Does anyone out there know anything of sinking
of this vessel on 14th. Dec. 1964


----------



## pat lyons (May 24, 2010)

*Sinking of Golfo Di Trieste*



William Clark8 said:


> Does anyone out there know anything of sinking
> of this vessel on 14th. Dec. 1964


This vessel was on passage from Spain to Japan with a cargo of pig iron. She ran into a typhoon in the South China seas and the crew took to two lifeboats. I was on the Esso York on passage from Japan to the Gulf and we answered her Mayday and rescued the crew. After she sunk we landed the crew in Singapore. The crew were all Italians from Reggio Calabria and the Mayor sent his thanks to us for looking after his citizens. Pat Lyons.


----------



## William Clark8 (Feb 15, 2013)

*Pat Lyons*

Hi there Pat, my name is Bill Clark and I was a Steward on the 
York at the time. That was a fair old storm and the Crew were glad to get on board. It took the ship a while to go under but when she did go 
it was fast and I think we all got the same Photo, the back end disappearing below the waves, quite scarey when you think of how
it could have turned out. On Feb. 65 we went to try and help the
Lincoln who was stuck on a rock in Gulf but to no avail but got a few
hours o/time for the work we put in.
The York was a great ship and a great Crew and we had some great times in our runs ashore. Aden and Bombay were definately Eye-openers. Japan MAGIC. I have often wandered how everyone got on after paying off in Hamburg.
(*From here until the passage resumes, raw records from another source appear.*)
class Grid(ScrollView, can_focus=True, inherit_bindings=False):
    """A virtual grid: frozen header and left block, cursor, selection, whole rows and whole columns."""

    ALLOW_SELECT = False
    DEFAULT_CSS = "Grid { height: 1fr; scrollbar-size: 0 0; overflow: hidden hidden; }"
    BINDINGS: ClassVar[list[BindingType]] = [
        _key("up", "move(-1, 0)", "Up", "To the row above"),
        _key("down", "move(1, 0)", "Down", "To the row below"),
        _key("left", "move(0, -1)", "Left", "To the column before"),
        _key("right", "move(0, 1)", "Right", "To the column after"),
        _key("shift+up", "move(-1, 0, True)", "Select up", "Extend the selection by the row above"),
        _key("shift+down", "move(1, 0, True)", "Select down", "Extend the selection by the row below"),
        _key("shift+left", "move(0, -1, True)", "Select left", "Extend the selection by the column before"),
        _key("shift+right", "move(0, 1, True)", "Select right", "Extend the selection by the column after"),
        _key("pageup", "page(-1)", "Page up", "Up by as many rows as are visible"),
        _key("pagedown", "page(1)", "Page down", "Down by as many rows as are visible"),
        _key("home", f"move(0, -{FAR})", "First column", "To the first column of this row"),
        _key("end", f"move(0, {FAR})", "Last column", "To the last column of this row"),
        _key("ctrl+home", f"move(-{FAR}, -{FAR})", "First cell", "To the first row and the first column"),
        _key("ctrl+end", f"move({FAR}, {FAR})", "Last cell", "To the last row and the last column"),
    ]

    palette: reactive[Palette] = reactive(Palette)
    """The styles to draw with."""
    ascii: reactive[bool] = reactive(False)
    """Whether the terminal shows ASCII only."""

    @dataclass
    class Moved(_GridMessage):
        """The cursor or the selection has changed."""

        row: int
        """The cursor's row."""
        column: int
        """The cursor's column."""

    @dataclass
    class Scrolled(_GridMessage):
        """Another part of the sheet is visible."""

        top: int
        """The first visible row."""
        first: int
        """The first visible column."""

    def __init__(
        self, sheet: Sheet, *, palette: Palette | None = None, ascii: bool = False, jump: int = 1, id: str | None = None
    ) -> None:
        """A grid on a sheet. `jump`: rows to scroll by when the cursor leaves the view; more of them on slow links."""
        super().__init__(id=id)
        self.set_reactive(Grid.palette, palette or Palette())
        self.set_reactive(Grid.ascii, ascii)
        self.jump = jump
        self.sheet: Sheet = sheet
        self._place = _Place()

    @property
    def cursor(self) -> tuple[int, int]:
        """Row and column of the cursor; (0, 0) in an empty sheet."""
        return self._place.cursor

    @property
    def span(self) -> Span:
        """The selected rectangle; the cursor's cell alone where nothing is selected."""
        return self._place.span()

    @property
    def top(self) -> int:
        """First visible row."""
        return self._place.top

    @property
    def first(self) -> int:
        """First visible column."""
        return self._place.first

    def visible_rows(self) -> range:
        """Rows of the body that are on the screen."""
        return self._view().rows

    def visible_columns(self) -> list[int]:
        """Columns of the body that are on the screen, each of them whole."""
        return list(self._view().columns)

    def cell_region(self, row: int, column: int) -> Region:
        """Where a cell is drawn, from the grid's top left; empty where it is not visible."""
        return self._view().region(Span(row, row, column, column))

    def show(self, sheet: Sheet) -> None:
        """Switch to another sheet. The cursor stays where it is as far as the sheet reaches; nothing is selected."""
        self.sheet = sheet
        self._become(replace(self._place, anchor=None), repaint=True)

    def sheet_changed(self, structure: bool = False) -> None:
        """Repaint, the sheet having changed; `structure`: rows or columns came, went or moved, so select nothing."""
        anchor = None if structure else self._place.anchor
        self._become(replace(self._place, anchor=anchor), repaint=True)

    def go(self, row: int, column: int, extend: bool = False) -> None:
        """Move the cursor, as near as the sheet allows, and scroll to see it; `extend` the selection or begin one."""
        anchor = (self._place.anchor or self._place.cursor) if extend else None
        self._become(replace(self._place, cursor=(row, column), anchor=anchor))

    def _body(self) -> int:
        """Where the body begins."""
        frozen = self.sheet.frozen_width(self.size.width)
        return clamp(frozen, 0, self.size.width - 1) + 1 if frozen > 0 else 0

    def _heights(self) -> tuple[int, int]:
        """How many rows of the body and how many under it fit; the body keeps one at least."""
        room = max(1, self.size.height - HEADER)
        footers = clamp(self.sheet.footers(), 0, room - 1)
        return room - footers, footers

    def _view(self) -> _View:
        """The visible part: the first column as far as there is room, the others only whole."""
        height, footers = self._heights()
        rows, columns = self.sheet.size() if all(self.sheet.size()) else (0, 0)
        x, seen = self._body(), dict[int, range]()
        for column in range(self.first, columns):
            end = x + self.sheet.width(column)
            if end > self.size.width and seen:
                break
            seen[column] = range(x, min(end, self.size.width))
            x = end
        return _View(self._body(), seen, range(self.top, max(self.top, min(rows, self.top + height))), footers)

    def _leftmost(self, column: int, floor: int) -> int:
        """The least first column, not below `floor`, from which `column` is wholly visible."""
        room = self.size.width - self._body() - self.sheet.width(column)
        while column > floor and (room := room - self.sheet.width(column - 1)) >= 0:
            column -= 1
        return column

    def _followed(self, place: _Place) -> _Place:
        """The place made to lie in the sheet, and scrolled so that the cursor is visible and no room is wasted."""
        rows, columns = self.sheet.size()
        if not rows or not columns:
            return _Place()
        row, column = cursor = clamp(place.cursor[0], 0, rows - 1), clamp(place.cursor[1], 0, columns - 1)
        anchor = place.anchor and (clamp(place.anchor[0], 0, rows - 1), clamp(place.anchor[1], 0, columns - 1))
        top, first = place.top, place.first
        if self.size:
            top = self._top_for(row, top, rows)
            first = column if column < first else self._leftmost(column, first)
            first = min(first, self._leftmost(columns - 1, 0))
        return _Place(cursor, anchor, top, first)

    def _top_for(self, row: int, top: int, rows: int) -> int:
        """The first visible row from which `row` is visible."""
        height = self._heights()[0]
        jump = clamp(self.jump, 1, max(1, height // 2))
        if not top <= row < top + height:
            top = row - jump + 1 if row < top else row - height + jump
        return clamp(top, 0, max(0, rows - height))

    # Changing place

    def _become(self, place: _Place, repaint: bool = False) -> None:
        """Take a place, as near as the sheet allows: repaint what differs, tell of it, park the terminal's cursor."""
        before, self._place = self._place, (place := self._followed(place))
        scrolled = (before.top, before.first) != (place.top, place.first)
        if repaint or scrolled:
            self.refresh()
        elif before != place:
            self.refresh(*filter(None, self._differing(before, place)))
        self._park()
        if scrolled:
            self.post_message(self.Scrolled(self, place.top, place.first))
        if (before.cursor, before.anchor) != (place.cursor, place.anchor):
            self.post_message(self.Moved(self, *place.cursor))

    def _differing(self, before: _Place, after: _Place) -> Iterator[Region]:
        """What two places of one view draw differently: cells, names of their rows, heads of their columns."""
        view = self._view()
        yield from (view.region(before.span()), view.region(after.span()))
        for row, column in (before.cursor, after.cursor):
            cell = view.region(Span(row, row, column, column))
            if before.cursor[0] != after.cursor[0]:
                yield Region(0, cell.y, view.body, 1)
            if before.cursor[1] != after.cursor[1]:
                yield Region(cell.x, 0, cell.width, HEADER)

    def _park(self) -> None:
        """Put the hidden terminal cursor on the cell, where screen readers and magnifiers look."""
        if self.has_focus and (cell := self.cell_region(*self.cursor)):
            self.app.cursor_position = self.content_region.offset + cell.offset

    def _scroll(self, delta: int, carry: bool) -> None:
        """Scroll by rows. `carry`: the cursor too, selecting nothing; else it moves only to stay in view."""
        height = self._heights()[0]
        top = clamp(self.top + delta, 0, max(0, self.sheet.size()[0] - height))
        row, column = self.cursor
        row = row + delta if carry else clamp(row, top, top + height - 1)
        anchor = None if carry else self._place.anchor
        self._become(_Place((row, column), anchor, top, self.first))

    def action_move(self, rows: int, columns: int, extend: bool = False) -> None:
        row, column = self.cursor
        self.go(row + rows, column + columns, extend)

    def action_page(self, pages: int) -> None:
        self._scroll(pages * self._heights()[0], carry=True)

    def on_click(self, event: events.Click) -> None:
        if (offset := event.get_content_offset(self)) is not None:
            self.go(*self._view().pointed(*offset, self.cursor), extend=event.shift)

    def on_mouse_scroll_down(self, event: events.MouseScrollDown) -> None:
        event.stop()
        self._scroll(WHEEL, carry=False)

    def on_mouse_scroll_up(self, event: events.MouseScrollUp) -> None:
        event.stop()
        self._scroll(-WHEEL, carry=False)

    def on_resize(self, _event: events.Resize) -> None:
        self._become(self._place, repaint=True)

    def on_focus(self, _event: events.Focus) -> None:
        self._park()

    # Painting

    def render_line(self, y: int) -> Strip:
        """One line of the screen."""
        if 0 in self.sheet.size():
            return self._strip(self._empty_runs(y))
        view, line = self._view(), y - HEADER
        if line < 0:
            return self._strip(self._header_runs(view))
        if line < len(view.rows):
            return self._strip(self._body_runs(view.rows[line], view))
        line -= len(view.rows)
        return self._strip(self._footer_runs(line, view) if line < view.footers else [])

    def _strip(self, runs: Runs) -> Strip:
        """The runs as a strip of the grid's width, neighbours of one style merged."""
        width = self.size.width
        styled = [(text, self.palette.style(role)) for text, role in fit_runs(runs, width) if text]
        segments = []
        for style, group in groupby(styled, key=itemgetter(1)):
            text = "".join(text for text, _ in group)
            segments.append(Segment(plain_ascii(text) if self.ascii else text, style))
        return Strip(segments, width)

    def _line(self, view: _View, left: Runs, cells: Iterable[Cell], name: bool = False) -> Runs:
        """Left block, separator and cells."""
        runs = [*fit_runs(left, view.body - 1), ("│", "head")] if view.body else []
        widths = map(len, view.columns.values())
        runs.extend((_drawn(cell, width, name), cell.role) for cell, width in zip(cells, widths, strict=True))
        return runs

    def _header_runs(self, view: _View) -> Runs:
        here = {self.cursor[1]: "here"}
        cells = (_over(self.sheet.header(column), here.get(column, "")) for column in view.columns)
        return self._line(view, self.sheet.frozen_header(self.size.width), cells, name=True)

    def _body_runs(self, row: int, view: _View) -> Runs:
        columns = list(view.columns)
        cells = self.sheet.cells(row, columns)
        left = self.sheet.frozen(row, self.size.width)
        laid = (_over(cell, self._laid_over(row, column)) for cell, column in zip(cells, columns, strict=True))
        return self._line(view, _named(left) if row == self.cursor[0] else left, laid)

    def _laid_over(self, row: int, column: int) -> str:
        """The role that cursor and selection lay over a cell."""
        if (row, column) == self.cursor:
            return "cursor"
        top, bottom, left, right = self.span
        return "selected" if top <= row <= bottom and left <= column <= right else ""

    def _footer_runs(self, index: int, view: _View) -> Runs:
        cells = self.sheet.footer(index, list(view.columns))
        return self._line(view, self.sheet.footer_frozen(index, self.size.width), cells)

    def _empty_runs(self, y: int) -> Runs:
        """A line of what an empty sheet says: at the left, half way down."""
        lines = self.sheet.empty().splitlines()
        line = y - max(0, (self.size.height - len(lines)) // 2)
        return [("  " + cut(lines[line], self.size.width - 4), "plain")] if 0 <= line < len(lines) else []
Hard to believe its been Fifty years. 
Hope this finds you in good health. (==D) Bill


----------



## pat lyons (May 24, 2010)

*Golfo Di Trieste.*



William Clark8 said:


> Hi there Pat, my name is Bill Clark and I was a Steward on the
> York at the time. That was a fair old storm and the Crew were glad to get on board. It took the ship a while to go under but when she did go
> it was fast and I think we all got the same Photo, the back end disappearing below the waves, quite scarey when you think of how
> it could have turned out. On Feb. 65 we went to try and help the
> ...


Hi Bill, I will always remember the noise of her going down. We were all on the poop at "smoko" when she went under. I got seven photos of her going down. I still laugh at the fiasco with the two lifeboats when the motorised one came straight to us and left the poor guys under oars to make their own way. Do you remember the poor old engineer who could not climb the cargo net, we had to put a gantline round him and haul him up. Bill were you in the mess room or the officers messroom? I still keep in touch with Dave Brooke. I came ashore in 66, never went back after the strike. I joined Dublin Port Authority and was there until 2005. Regards Pat Lyons. (paddy then)


----------



## William Clark8 (Feb 15, 2013)

Hullo there, I can still see the faces of those poor buggers as they came on board. It must have been pretty traumatic for them having to Abandon ship and not know when thay were going to be rescued.
I was Saloon Stwd. and Tony was Engineers Stwd. though we used to swap now and then. Messman was called Dennis and 2nd.Cook/baker was called Pancho. Old man was 'Buzz' Philips and Chief Stwd was called
'Iziah' due to his Eyes.They were a pair of Dummies as one time we were in Kobi for a few days and they ended up going to a so called Japanese Party though in fact it was a ceremony similar to a Regastry
Wedding in this country and were dropped in it when Photos were sent to home Addresses.
Were you one of the Shaven Head/Goatee Beard Club? Great fun was had in Moji when some members did not pay for their Nights Entertainment and the Mamasan came down to the ship trying to catch the culprits - to no avail.
I stayed with Esso til 1974 finishing uo down below as Watchkeeping Mech. (Pretty hot Down below up the Gulf in Summer bue still better that Stewarding) We Offshore in 1975 with B.P. and worked as Deck Foreman in Forties field until 1989 and worked as a Support Worker for people with Learning Difficulties til I retired in 2005. Now just relaxing and Holidaying abroad mostly to Far East.

have fun Bill(K)(==D)


----------